陌路文学 > 都市小说 > 荒岛一个男人和十八个女人的故事 > 第445章 深藏的秘密
第二天一早,七个人又进了林子。

这次带的东西更多了——炸药多了两包,手雷每人多带了一个,范建还把从第二基地找到的那把信号枪带上了。

万一出什么事,打一发信号弹,至少能照明。

水泥房子还在原地,灰扑扑的,像一座坟。

门口那块日文牌子上的字更看不清了,昨天还能认出几个笔画,今天连笔画都被露水泡糊了。

范建打着手电走进去,走廊里的霉味比昨天更浓,那股药水味也更重了,像是有什么东西在慢慢发酵。

实验区的门还开着,炸开的大洞黑漆漆的,铁皮翻卷着,像一张张开的嘴。范建钻进去,手电照在那些铁柜子上。

甲七到甲十二,六个头,六个罐子。

他没打开看,直接走到最里面那道小门前。

铜牌上的字被手电照得发亮:“深层培养室。绝对禁止开启。”

“放炸药。”范建说。

熊贞大在门锁的位置放了两包炸药——比昨天多了一倍,这门看着就厚。

导火索拉得长长的,所有人退到铁柜子后面,蹲下来,捂住耳朵。

轰的一声比昨天大得多,整个房间都在震,天花板上的碎瓷砖哗啦啦往下掉。烟尘弥漫,什么都看不见。

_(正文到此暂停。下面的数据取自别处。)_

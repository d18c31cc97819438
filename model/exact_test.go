package model_test

import (
	"bytes"
	"encoding/csv"
	"flag"
	"maps"
	"math"
	"os"
	"path/filepath"
	"slices"
	"strconv"
	"testing"

	"slowpoint/model"
	"slowpoint/model/verify"
)

var rewrite = flag.Bool("rewrite", false, "write testdata/exact.csv anew")

// What constant properties and linear films are solved by stays the method exact in time, whatever else the program learns. Its temperatures
// are kept in testdata/exact.csv and held to rounding, which differs from processor to processor: these are no check values, they tell that
// a result has moved. On one machine they are the same to the last bit before and after a march, whose memory the next body is given.
func TestExactMethodStays(t *testing.T) {
	brick, brickSteps := constantBrick()
	problems := []verify.ReferenceProblem{{ID: "D-constant", Problem: verify.Problem{Product: brick, Steps: brickSteps}, Points: map[string]model.Place{
		"centre": {}, "corner": {UpM: 0.045, AcrossM: 0.09, AlongM: 0.15}, "half": {UpM: 0.0225, AcrossM: 0.045, AlongM: 0.075}}}}
	var marched []verify.ReferenceProblem
	for _, r := range verify.References() {
		if slices.Contains([]string{"D", "H", "I"}, r.ID) {
			marched = append(marched, r)
		} else {
			problems = append(problems, r)
		}
	}
	told := func() [][]string {
		rows := [][]string{{"problem", "place", "s", "°C"}}
		for _, r := range problems {
			h, err := model.Solve(r.Product, r.Steps, model.Options{})
			if err != nil {
				t.Fatal(err)
			}
			for _, span := range h.Spans {
				if span.Method != model.ExactInTime {
					t.Errorf("%s: %s is %s", r.ID, span.Step.Name, span.Method)
				}
			}
			end := 0.0
			for _, s := range r.Steps {
				end += s.DurationS
			}
			for _, name := range slices.Sorted(maps.Keys(r.Points)) {
				for _, s := range []float64{60, end / 20, end / 4, end / 2, end} {
					c := h.At(r.Points[name], s)
					rows = append(rows, []string{r.ID, name, strconv.FormatFloat(s, 'g', -1, 64), strconv.FormatFloat(c, 'g', -1, 64)})
				}
			}
		}
		return rows
	}
	got := told()
	for _, r := range marched {
		if _, err := model.Solve(r.Product, r.Steps, model.Options{}); err != nil {
			t.Fatal(err)
		}
		if !slices.EqualFunc(got, told(), slices.Equal) {
			t.Errorf("other temperatures after %s", r.ID)
		}
	}

	file := filepath.Join("testdata", "exact.csv")
	if *rewrite {
		var b bytes.Buffer
		if err := csv.NewWriter(&b).WriteAll(got); err != nil {
			t.Fatal(err)
		}
		if err := os.WriteFile(file, b.Bytes(), 0o644); err != nil {
			t.Fatal(err)
		}
	}
	f, err := os.Open(file)
	if err != nil {
		t.Fatal(err)
	}
	defer f.Close()
	want, err := csv.NewReader(f).ReadAll()
	if err != nil {
		t.Fatal(err)
	}
	if len(got) != len(want) {
		t.Fatalf("%d temperatures, kept are %d", len(got), len(want))
	}
	for i, w := range want[1:] {
		g := got[i+1]
		was, err1 := strconv.ParseFloat(w[3], 64)
		is, err2 := strconv.ParseFloat(g[3], 64)
		if err1 != nil || err2 != nil || !slices.Equal(g[:3], w[:3]) || math.Abs(is-was) > 1e-9 {
			t.Errorf("%v, kept is %v", g, w)
		}
	}
}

等烟散了,范建打着手电照过去——门炸开了一个大洞,铁皮翻卷着,露出里面的黑暗。

一股气流从洞里冲出来,又冷又干,带着一股浓烈的药水味,还有那种动物体味——跟甲六门缝里透出来的一模一样。

范建等气流散了,第一个钻进去。

门后面是一道楼梯,铁板的,通往下面。

楼梯很陡,几乎是垂直的,两边有扶手,扶手上全是锈。手电往下照,看不到底,光被黑暗吞了。

“这下面有多深?”郑爽的声音在楼梯间里回荡。

“不知道。”范建把手电夹在胳膊下,抓住扶手,“我先下。你们跟紧,保持距离。”

他一步一步往下走,铁楼梯在脚下嘎吱嘎吱响,铁锈哗哗往下掉。每走一步,那股药水味就浓一分。

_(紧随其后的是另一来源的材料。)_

package model

import (
	"math"
	"slices"
)

// Way is a direction in which heat crosses a shape, from its middle to the faces at both ends.
type Way struct {
	kind         axisKind // planeHalf, radial or spherical
	Size         string   // the column with its whole length: thickness, width, length or diameter
	lower, upper *Face    // at its ends; alike, they never differ; nil: the one surface
}

// upright is the way from the underside to the top; the column says what its length is called.
func upright(column string) Way { return Way{planeHalf, column, Underside, Top} }

// Round tells whether the way is a radius, all round an axis or a centre.
func (w *Way) Round() bool { return w.kind == radial || w.kind == spherical }

// lengthM is its whole length in a product of sizes z, m.
func (w *Way) lengthM(z *Size) float64 { return *z.Of(w.Size) }

// bulk is what the way spans in a product of sizes z: a length, the area of a circle or the volume of a ball, m, m² or m³; ends is what each of
// its ends covers beside the other ways: 1, the girth of a circle or the surface of a ball, 1, m or m².
func (w *Way) bulk(z *Size) (span, end float64) {
	switch d := w.lengthM(z); w.kind {
	case radial:
		return math.Pi / 4 * d * d, math.Pi * d
	case spherical:
		return math.Pi / 6 * d * d * d, math.Pi * d * d
	default:
		return d, 1
	}
}

// directions is how many directions of space the way takes up.
func (w *Way) directions() int { return [axisKinds]int{planeHalf: 1, radial: 2, spherical: 3}[w.kind] }

// Faces are the faces that may have surroundings of their own; none: one surface.
func (s *Shape) Faces() []*Face {
	var all []*Face
	for i := range s.Ways {
		for _, f := range []*Face{s.Ways[i].upper, s.Ways[i].lower} {
			if f != nil && !slices.Contains(all, f) {
				all = append(all, f)
			}
		}
	}
	return all
}

// Mixed tells whether a shape has one temperature throughout; a nil shape is not known to have.
func (s *Shape) Mixed() bool { return s != nil && s.build == mixed }

// Layered tells whether a shape is made of the rows of the sheet Layers.
func (s *Shape) Layered() bool { return s != nil && s.build == ofLayers }

// Oval tells whether a shape is an ellipse turned about its first way.
func (s *Shape) Oval() bool { return s != nil && s.build == oval }

// flat tells whether heat crosses a shape in one direction, so that its faces have no edges.
func (s *Shape) flat() bool { return len(s.Ways) == 1 && !s.Ways[0].Round() }

// reach is how far the food extends from its centre up, across and along, m: 0 where a round way takes the direction up, endless where no way
// leads.
func reach(p *Product) [3]float64 {
	endless := math.Inf(1)
	r, n := [3]float64{endless, endless, endless}, 0
	if p.Shape == nil {
		return r
	}
	for i := range p.Shape.Ways {
		r[i], n = p.Shape.Ways[i].lengthM(&p.Size)/2, n+p.Shape.Ways[i].directions()
	}
	for i := len(p.Shape.Ways); i < n; i++ {
		r[i] = 0
	}
	return r
}

// side is a part of the surface.
type side struct {
	face   *Face // nil: all of it
	areaM2 float64
}

// bulk gives the volume of a shape, m³, and the parts of its surface; of an endless one those of a metre, or of a square metre.
func (s *Shape) bulk(z *Size) (volumeM3 float64, sides []side) {
	switch s.build {
	case mixed:
		return z.VolumeM3, []side{{nil, z.AreaM2}}
	case oval:
		t, d := s.Ways[0].lengthM(z), s.Ways[1].lengthM(z)
		return math.Pi / 6 * t * d * d, []side{{nil, spheroidM2(t, d)}}
	}
	volumeM3 = 1
	for i := range s.Ways {
		span, area := s.Ways[i].bulk(z)
		volumeM3 *= span
		for k := range s.Ways {
			if k != i {
				span, _ := s.Ways[k].bulk(z)
				area *= span
			}
		}
		switch w := &s.Ways[i]; {
		case w.lower != w.upper:
			sides = append(sides, side{w.upper, area}, side{w.lower, area})
		case w.Round():
			sides = append(sides, side{w.upper, area})
		default:
			sides = append(sides, side{w.upper, 2 * area})
		}
	}
	return volumeM3, sides
}

// spheroidM2 is the surface of a spheroid of a thickness along its axis and a diameter across it, m² (Bronshtein & Semendyayev,
// Handbook of Mathematics; from memory, and held by a test against a sum over rings).
func spheroidM2(thickness, diameter float64) float64 {
	c, a := thickness/2, diameter/2
	switch e := math.Sqrt(math.Abs(1 - (min(a, c)/max(a, c))*(min(a, c)/max(a, c)))); {
	case e < 1e-4: // a sphere
		return 4 * math.Pi * a * c
	case c > a:
		return 2 * math.Pi * a * (a + c*math.Asin(e)/e)
	default:
		return 2 * math.Pi * (a*a + c*c*math.Atanh(e)/e)
	}
}

// openWidthM stands for the width and length that a slab does not give: a large tray, so that films come out low.
const openWidthM = 0.5

// acrossFlowM is the size across the flow of air or water, m. A body of three sizes lies across it with its middle one, as the cylinder formulas take it: the
// diameter of a long joint, the middle edge of a block, the diameter of a flat tin. Round ones have their diameter twice or three times, an
// endless direction is the largest, and what is mixed lies as the cube of its volume.
func (s *Shape) acrossFlowM(z *Size) float64 {
	if s.build == mixed {
		return math.Cbrt(z.VolumeM3)
	}
	if s.flat() {
		return openWidthM
	}
	sizes, n := [3]float64{math.Inf(1), math.Inf(1), math.Inf(1)}, 0
	for i := range s.Ways {
		w := &s.Ways[i]
		for range w.directions() {
			sizes[n], n = w.lengthM(z), n+1
		}
	}
	slices.Sort(sizes[:])
	return sizes[1]
}

// longSpheroid is the length by diameter from which a spheroid takes the cylinder's film in a stream: from there on Yovanovich's formula for
// spheroids (AIAA paper 88-0743, 1988; from memory) gives as much within 8 %. Rounder ones take the sphere's film, which is lower.
const longSpheroid = 1.5

// inFluid gives the correlations of air or water that stands and of air that streams over a shape.
func (s *Shape) inFluid(z *Size) (free, forced *correlation) {
	switch {
	case s.flat():
		return &freeCylinder, &forcedPlate
	case len(s.Ways) > 0 && s.Ways[0].kind == spherical:
		return &freeSphere, &forcedSphere
	case s.build == oval && s.Ways[0].lengthM(z) < longSpheroid*s.Ways[1].lengthM(z):
		return &freeCylinder, &forcedSphere
	}
	return &freeCylinder, &forcedCylinder
}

走了大概二十米,到了底。下面是一条通道,不宽,只能并排走两个人。

通道两边是水泥墙,墙上刷了防潮漆,大部分已经剥落了。

地上铺了瓷砖,裂了,长了一层白毛——不是霉,是某种结晶体,在手电光下闪闪发亮。

“盐?”熊贞大蹲下来摸了摸,手指上沾了一层白粉,放在舌尖上舔了一下,皱起眉头,“不是盐。苦的。”

“别乱舔。”范建把他拉起来。

通道不长,只有十几米。尽头是一道铁门,比上面的小,但更厚,钢制的,关着。

门上有一个转盘,跟阿芳洞那道铁门一样。转盘旁边有一块铜牌,刻着几个字。

白丸凑近看了看,念了出来:“‘深层培养室。核心区域。仅限最高指挥官进入。’”

范建握住转盘,用力转。转盘动了,比阿芳洞那道门的转盘顺滑得多——可能是密封得好,没怎么生锈。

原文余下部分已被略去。